En pleine journée, dans un bar de Bogota, deux filles allument une lampe posée sur la table en bois. C'est l'appel à prendre commande pour les serveurs du premier café de Colombie conçu pour les sourds. Erin Priscila Pinto et Carol Aguilera sont amies depuis longtemps. Mais c'est la première fois qu'elles peuvent se retrouver dans un lieu public répondant à leurs besoins : le Sin palabras Café sordo (Café sourd et sans paroles). "C'est le premier bar de Bogota et en Colombie qui est adapté sur le plan de la communication, visuelle et sensorielle", a expliqué à l'AFP Maria Fernanda Vanegas, l'une des trois propriétaires.
Des clips en langue des signes
Situé au coeur du quartier branché de Chapinero, dans cette capitale de huit millions d'habitants, ce bar d'un nouveau genre voisine avec des établissements axés sur la musique heavy metal, le reggae ou la clientèle gay. "Il vise à ce que nous, les entendants, nous nous adaptions aux sourds et non le contraire, comme c'est toujours le cas", ajoute Maria Fernanda.
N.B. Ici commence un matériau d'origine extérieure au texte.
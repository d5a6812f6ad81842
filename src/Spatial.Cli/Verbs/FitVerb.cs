using System.CommandLine;
using System.Globalization;
using Spatial.Core.IO;
using Spatial.Fitting;
using Spatial.Records;

namespace Spatial.Cli.Verbs;

/// <summary><c>spatial fit MATRIX --out DIR</c>: season matrix → basis, per-season scores and metrics, per-station trends.</summary>
internal static class FitVerb
{
    public static Command Create(CliEnv env)
    {
        var matrixArg = new Argument<string>("MATRIX") { Description = "Season matrix written by 'spatial import' (matrix.parquet)." };
        var outOpt = new Option<string>("--out") { Description = "Results folder (basis.json, seasons.csv, stations.csv, interpretation.json are written here).", Required = true };
        var componentsOpt = new Option<int>("--components") { Description = "Number of components to keep (1…365).", DefaultValueFactory = _ => 4 };
        var refineOpt = new Option<bool>("--refine") { Description = "Refine by EM: fill missing days from the components and re-estimate until the fill settles." };
        var thresholdOpt = new Option<double>("--threshold-mm") { Description = "Depth at or above which a day counts as snow-covered, mm.", DefaultValueFactory = _ => 25.0 };
        var bridgeOpt = new Option<int>("--bridge-days") { Description = "Longest run of missing days a metric may bridge between days on the same side of the threshold.", DefaultValueFactory = _ => 3 };
        var minDaysOpt = new Option<int>("--min-days") { Description = "Seasons with fewer observed days are left out of the basis (still scored and reported).", DefaultValueFactory = _ => 0 };
        var ridgeOpt = new Option<double>("--ridge") { Description = "Ridge term for the per-season least squares, as a fraction of the mean diagonal (0 = none).", DefaultValueFactory = _ => 0.0 };
        var varimaxOpt = new Option<bool>("--varimax") { Description = "Rotate the components by varimax (Kaiser 1958)." };
        var cmd = new Command("fit", "Fit seasonal components to a season matrix: mean curve, components, variances, per-season coefficients, residuals and metrics, per-station trends.")
        {
            matrixArg, outOpt, componentsOpt, refineOpt, thresholdOpt, bridgeOpt, minDaysOpt, ridgeOpt, varimaxOpt,
        };
        cmd.SetAction(parseResult =>
        {
            var matrixPath = parseResult.GetValue(matrixArg)!;
            var outDir = parseResult.GetValue(outOpt)!;
            var k = parseResult.GetValue(componentsOpt);
            var threshold = parseResult.GetValue(thresholdOpt);
            var bridge = parseResult.GetValue(bridgeOpt);
            var minDays = parseResult.GetValue(minDaysOpt);
            var ridge = parseResult.GetValue(ridgeOpt);
            var json = parseResult.GetValue(CliApp.Json);
            if (k is < 1 or > 365)
            {
                throw new UsageException($"--components must be 1…365; got {k}.");
            }

            if (!double.IsFinite(threshold) || threshold <= 0)
            {
                throw new UsageException($"--threshold-mm must be a positive number of millimetres; got {threshold.ToString(CultureInfo.InvariantCulture)}.");
            }

            if (bridge < 0 || minDays is < 0 or > 365 || !(ridge >= 0))
            {
                throw new UsageException("--bridge-days, --min-days (0…365) and --ridge must not be negative.");
            }

            var matrix = SeasonMatrixFile.Read(matrixPath);
            var options = new FitOptions(
                Components: k,
                Refine: parseResult.GetValue(refineOpt),
                Ridge: ridge,
                Varimax: parseResult.GetValue(varimaxOpt),
                Metrics: new MetricOptions(threshold, bridge),
                MinObservedDays: minDays);
            var result = CliOutput.WithProgress(env, json, "fitting", p => SeasonalFit.Fit(matrix, options, p));
            FitFiles.Write(outDir, result);
            RunManifest.Record(outDir, "fit", [matrixPath], new Dictionary<string, string?>
            {
                ["components"] = k.ToString(CultureInfo.InvariantCulture),
                ["refine"] = options.Refine ? "true" : "false",
                ["threshold_mm"] = threshold.ToString("R", CultureInfo.InvariantCulture),
                ["bridge_days"] = bridge.ToString(CultureInfo.InvariantCulture),
                ["min_days"] = minDays.ToString(CultureInfo.InvariantCulture),
                ["ridge"] = ridge.ToString("R", CultureInfo.InvariantCulture),
                ["varimax"] = options.Varimax ? "true" : "false",
            });
            var b = result.Basis;
            if (json)
            {
                CliOutput.WriteJson(env, new Dictionary<string, object?>
                {
                    ["verb"] = "fit",
                    ["out"] = outDir,
                    ["seasons"] = matrix.Rows,
                    ["training_seasons"] = b.TrainingSeasons,
                    ["effective_seasons"] = b.EffectiveSeasons,
                    ["method"] = b.Method,
                    ["refine_iterations"] = result.Refinement.Length,
                    ["converged"] = result.Converged,
                    ["components"] = Enumerable.Range(0, b.K).Select(c => new Dictionary<string, object?>
                    {
                        ["component"] = c + 1,
                        ["label"] = b.Labels[c],
                        ["eigenvalue"] = b.Eigenvalues[c],
                        ["variance_fraction"] = b.VarianceFraction[c],
                        ["cumulative_fraction"] = b.CumulativeFraction[c],
                        ["north_error"] = b.NorthError[c],
                        ["separable_from_next"] = b.SeparableFromNext[c],
                    }).ToArray(),
                    ["files"] = new[] { ResultLayout.Basis, ResultLayout.Seasons, ResultLayout.Stations, ResultLayout.Interpretation },
                });
            }
            else
            {
                env.Out.WriteLine(FormattableString.Invariant($"fit: {matrix.Rows} seasons ({b.TrainingSeasons} used for the basis, effective {b.EffectiveSeasons:0.#}), method {b.Method}{(options.Refine ? $", {result.Refinement.Length} EM iterations{(result.Converged ? string.Empty : " (not converged)")}" : string.Empty)}"));
                env.Out.WriteLine("  component  label     variance %  cumulative %  separable");
                for (var c = 0; c < b.K; c++)
                {
                    env.Out.WriteLine(FormattableString.Invariant($"  {c + 1,9}  {b.Labels[c],-8}  {100 * b.VarianceFraction[c],10:0.00}  {100 * b.CumulativeFraction[c],12:0.00}  {(b.SeparableFromNext[c] ? "yes" : "no")}"));
                }

                env.Out.WriteLine($"  wrote {ResultLayout.Basis}, {ResultLayout.Seasons}, {ResultLayout.Stations}, {ResultLayout.Interpretation} in {outDir}");
            }

            return ExitCodes.Done;
        });
        return cmd;
    }
}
Le Sin Palabras est ainsi équipé d'écrans où passent des clips vidéo musicaux simultanément traduits en langue des signes, et une piste de danse dont le parquet transmet les vibrations de la musique pour permettre aux mal-entendants de suivre le rythme. La carte des boissons et des plats est traduite dans l'alphabet des sourds, qui disposent en outre de jeux de société comme le Jenga ou les dominos.
Pouvoir danser, enfin
Maria Fernanda et ses associés, Cristian Melo et Jessica Mojica, tous trois disposant d'une bonne ouïe, rêvent d'attirer au Sin Palabras les 54 000 malentendants qui vivent à Bogota, selon des chiffres de l'Institut national pour les sourds. La Colombie en compte au total près de 456 000, selon le dernier recensement national datant de 2005. La clientèle du bar est composée aussi bien d'entendants que de sourds. Le niveau sonore de la musique est le même que dans n'importe quel autre bar de Bogota. La différence, c'est que les mains ont le premier rôle. "C'est la première fois que je peux sentir la musique. Cela me plaît beaucoup parce que c'est la première fois que je peux danser", explique en langue des signes Erin Priscila, 23 ans, étudiante en photographie et audiovisuel.
6 serveurs sourds
Les six serveurs du Sin Palabras sont sourds également. Bien qu'une bonne partie des clients ignore la langue des signes, ils arrivent à communiquer et à répondre à leurs demandes, par gestes ou par écrit. Le bar propose même des petites pancartes comportant les symboles basiques de la langue des signes. "Je me sens beaucoup plus à l'aise parce ceux qui me servent sont sourds. Tout est plus facile", s'enthousiasme Erin Priscila.
Ouvrir d'autres établissements
Parler ici n'est pas nécessaire. "La communication avec des entendants est compliquée au début parce que nous ne nous comprenons pas. Mais on fait en sorte qu'elle se fluidifie", ajoute l'un des serveurs, Juan Carlos Villamil, 26 ans. Les nouveaux clients sont d'abord surpris. Puis ils finissent par se familiariser avec la langue des signes, dit-t-il. Les propriétaires ont eu l'idée du Sin Palabras en voyant un jour un groupe de sourds prendre un café. Ils se sont alors demandé à quoi ressemblait leur vie sociale. Maintenant, ils aimeraient développer le concept en ouvrant d'autres établissements en Colombie et ailleurs.
Des clients parfois 'odieux'
Tout n'est pas toujours facile au Sin Palabras. Certains clients "odieux" profitent parfois de la surdité des employés pour partir sans payer ou casser des verres, déplore Maria Fernanda. Le bar, inauguré le 16 juin 2017, est néanmoins en train de devenir l'un des sites à la mode le week-end, avec des expositions et performances culturelles d'artistes mal-entendants tels que des danseurs ou des conteurs. "Nous voulons montrer au monde que les sourds ont du talent", ajoute la propriétaire, tandis qu'au fond du café, Erin Priscila filme avec son smartphone une vidéo pour sa mère de ce lieu de Bogota où l'on écoute avec les yeux et parle avec les mains.